» **Saved data entries**
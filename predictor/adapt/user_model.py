"""The user model: unigram, bigram and trigram counts learned from a person's own text.

Every learned token updates one count at each order (the word after its two
predecessors, after its predecessor, and alone), with sentences padded as in
the base model: two START symbols before the first word and an END after the
last.  The counts give an interpolated Witten-Bell trigram model (Witten & Bell
1991; as restated by Chen & Goodman 1998, TR-10-98)::

    P_user(w | u v) = (1 - g(uv)) * c(uvw) / c(uv.) + g(uv) * P_user(w | v)
    P_user(w | v)   = (1 - g(v))  * c(vw)  / c(v.)  + g(v)  * P_user(w)
    P_user(w)       = c(w) / N
    g(h) = T(h) / (T(h) + c(h.))      T(h) = distinct words seen after h

A context never seen passes its whole weight to the order below (g = 1).

**Decay.** With a half-life H (in learned tokens) every count is multiplied by
2^(-1/H) per learned token, so old habits fade as in an exponentially decaying
cache (Kuhn & De Mori 1990 use a window of recent words; exponential decay is
the common smooth variant).  Counts are stored inflated by the running factor
s = 2^(t/H): adding s instead of 1 at tick t and reading c / s later gives the
decayed count, so an update stays O(1); when s grows past 2^200 every stored
count is divided by s once.  Ratios such as c(uvw) / c(uv.) need no correction;
only the evidence counts in g(h) and the share mu are divided by s.

**Share.** How much the combined model trusts these counts is learned from
the person's text too (see :class:`~foretype.adapt.settings.AdaptSettings`):
before each token is counted, the share of its probability the user model
would have supplied at the current worth estimate (the EM responsibility of
Jelinek & Mercer's interpolation-weight estimation) is added to R_b, and the
token to n_b, for the context's evidence bucket b (2: the user has written the
two-word context before, 1: only the last word, 0: neither).  The
responsibilities are passed in by the caller (the combined model computes them
from both models) and stored with each change, so replaying a learned file
needs no base model.

**Ids.** A user model is bound to a base vocabulary of V words: a word the
base knows keeps its base id, END is V + 1, START V + 2, and every word the
base lacks gets V + 3 + j in the order it was first typed.  The counts are
stored by word (never by id), so a learned file survives a rebuilt base model.
"""

from __future__ import annotations

import math
import time
from bisect import bisect_left
from collections.abc import Callable, Iterator, Sequence
from typing import Any

import numpy as np

from ..errors import OptionError
from ..query.vocabulary import END, START, UNKNOWN, Vocabulary
from ..text import WORD_RE, model_form
from . import user_snapshot
from .followers import Followers
from .listings import NgramRow, WordRow
from .settings import AdaptSettings
from .share_rule import user_share
from .slips import looks_like_slip
from .witten_bell import EMPTY_IDS, EMPTY_WEIGHTS, UserContext, interpolate, level

_RESCALE_AT = 2.0**200
"""When the inflation factor passes this, every stored count is divided by it."""


def _credit_reader(
    words: Sequence[str], end: bool, credit: Sequence[float] | Callable[[int, int, int], float] | None
) -> tuple[Callable[[int, int, int], float | None], list[float]]:
    """Check the words and credits of a :meth:`UserModel.learn` call; returns the per-token reader and its log.

    Raises:
        OptionError: an entry of ``words`` is not a single word, or the credits do not match the tokens.
    """
    for word in words:
        if not isinstance(word, str) or WORD_RE.fullmatch(word) is None:
            raise OptionError(f"cannot learn {word!r}: not a single word")
    tokens = len(words) + (1 if end else 0)
    given = None if credit is None or callable(credit) else [float(r) for r in credit]
    if given is not None and (len(given) != tokens or not all(0.0 <= r <= 1.0 for r in given)):
        raise OptionError(f"expected {tokens} responsibilities between 0 and 1, got {given}")
    used: list[float] = []

    def credit_for(u: int, v: int, w: int) -> float | None:
        if credit is None:
            return None
        r = given[len(used)] if given is not None else float(credit(u, v, w))  # type: ignore[operator]
        used.append(r)
        return r

    return credit_for, used
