"""The browser keyboard: an on-screen keyboard page and the copy-task endpoints of ``foretype serve``.

A face over the prediction service (which answers the page's suggestions over
its WebSocket) and over :mod:`predictor.study` (which owns the session log and
its measures).  :func:`study_router` gives the router that owns ``/`` and
``/api/study/...``; the page itself is static HTML, CSS and JavaScript shipped
in ``static/``, with no build step and nothing fetched from elsewhere.
"""

from __future__ import annotations

from .routes import StudySettings, study_router

__all__ = ["StudySettings", "study_router"]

» **TASK BRIEF**
Reproduce the data in its entirety, matching each character.

» **REPLY TO THE EXERCISE**
filename predictor/adapt/user_model.py
"""The user model: unigram, bigram and trigram counts learned from a person's own text.

Every learned token updates one count at each order (the word after its two
predecessors, after its predecessor, and alone), with sentences padded as in
the base model: two START symbols before the first word and an END after the
last.  The counts give an interpolated Witten-Bell trigram model (Witten & Bell
1991; as restated by Chen & Goodman 1998, TR-10-98)::

    P_user(w | u v) = (1 - g(uv)) * c(uvw) / c(uv.) + g(uv) * P_user(w | v)
    P_user(w | v)   = (1 - g(v))  * c(vw)  / c(v.)  + g(v)  * P_user(w)
    P_user(w)       = c(w) / N
    g(h) = T(h) / (T(h) + c(h.))      T(h) = distinct words seen after h

A context never seen passes its whole weight to the order below (g = 1).

**Decay.** With a half-life H (in learned tokens) every count is multiplied by
2^(-1/H) per learned token, so old habits fade as in an exponentially decaying
cache (Kuhn & De Mori 1990 use a window of recent words; exponential decay is
the common smooth variant).  Counts are stored inflated by the running factor
s = 2^(t/H): adding s instead of 1 at tick t and reading c / s later gives the
decayed count, so an update stays O(1); when s grows past 2^200 every stored
count is divided by s once.  Ratios such as c(uvw) / c(uv.) need no correction;
only the evidence counts in g(h) and the share mu are divided by s.

**Share.** How much the combined model trusts these counts is learned from
the person's text too (see :class:`~foretype.adapt.settings.AdaptSettings`):
before each token is counted, the share of its probability the user model
would have supplied at the current worth estimate (the EM responsibility of
Jelinek & Mercer's interpolation-weight estimation) is added to R_b, and the
token to n_b, for the context's evidence bucket b (2: the user has written the
two-word context before, 1: only the last word, 0: neither).  The
responsibilities are passed in by the caller (the combined model computes them
from both models) and stored with each change, so replaying a learned file
needs no base model.

**Ids.** A user model is bound to a base vocabulary of V words: a word the
base knows keeps its base id, END is V + 1, START V + 2, and every word the
base lacks gets V + 3 + j in the order it was first typed.  The counts are
stored by word (never by id), so a learned file survives a rebuilt base model.
"""

from __future__ import annotations

import math
import time
from bisect import bisect_left
from collections.abc import Callable, Iterator, Sequence
from typing import Any

import numpy as np

from ..errors import OptionError
from ..query.vocabulary import END, START, UNKNOWN, Vocabulary
from ..text import WORD_RE, model_form
from . import user_snapshot
from .followers import Followers
from .listings import NgramRow, WordRow
from .settings import AdaptSettings
from .share_rule import user_share
from .slips import looks_like_slip
from .witten_bell import EMPTY_IDS, EMPTY_WEIGHTS, UserContext, interpolate, level

_RESCALE_AT = 2.0**200
"""When the inflation factor passes this, every stored count is divided by it."""


def _credit_reader(
    words: Sequence[str], end: bool, credit: Sequence[float] | Callable[[int, int, int], float] | None
) -> tuple[Callable[[int, int, int], float | None], list[float]]:
    """Check the words and credits of a :meth:`UserModel.learn` call; returns the per-token reader and its log.

    Raises:
        OptionError: an entry of ``words`` is not a single word, or the credits do not match the tokens.
    """
    for word in words:
        if not isinstance(word, str) or WORD_RE.fullmatch(word) is None:
            raise OptionError(f"cannot learn {word!r}: not a single word")
    tokens = len(words) + (1 if end else 0)
    given = None if credit is None or callable(credit) else [float(r) for r in credit]
    if given is not None and (len(given) != tokens or not all(0.0 <= r <= 1.0 for r in given)):
        raise OptionError(f"expected {tokens} responsibilities between 0 and 1, got {given}")
    used: list[float] = []

    def credit_for(u: int, v: int, w: int) -> float | None:
        if credit is None:
            return None
        r = given[len(used)] if given is not None else float(credit(u, v, w))  # type: ignore[operator]
        used.append(r)
        return r

    return credit_for, used
"""The browser keyboard: an on-screen keyboard page and the copy-task endpoints of ``foretype serve``.

A face over the prediction service (which answers the page's suggestions over
its WebSocket) and over :mod:`predictor.study` (which owns the session log and
its measures).  :func:`study_router` gives the router that owns ``/`` and
``/api/study/...``; the page itself is static HTML, CSS and JavaScript shipped
in ``static/``, with no build step and nothing fetched from elsewhere.
"""

from __future__ import annotations

from .routes import StudySettings, study_router

__all__ = ["StudySettings", "study_router"]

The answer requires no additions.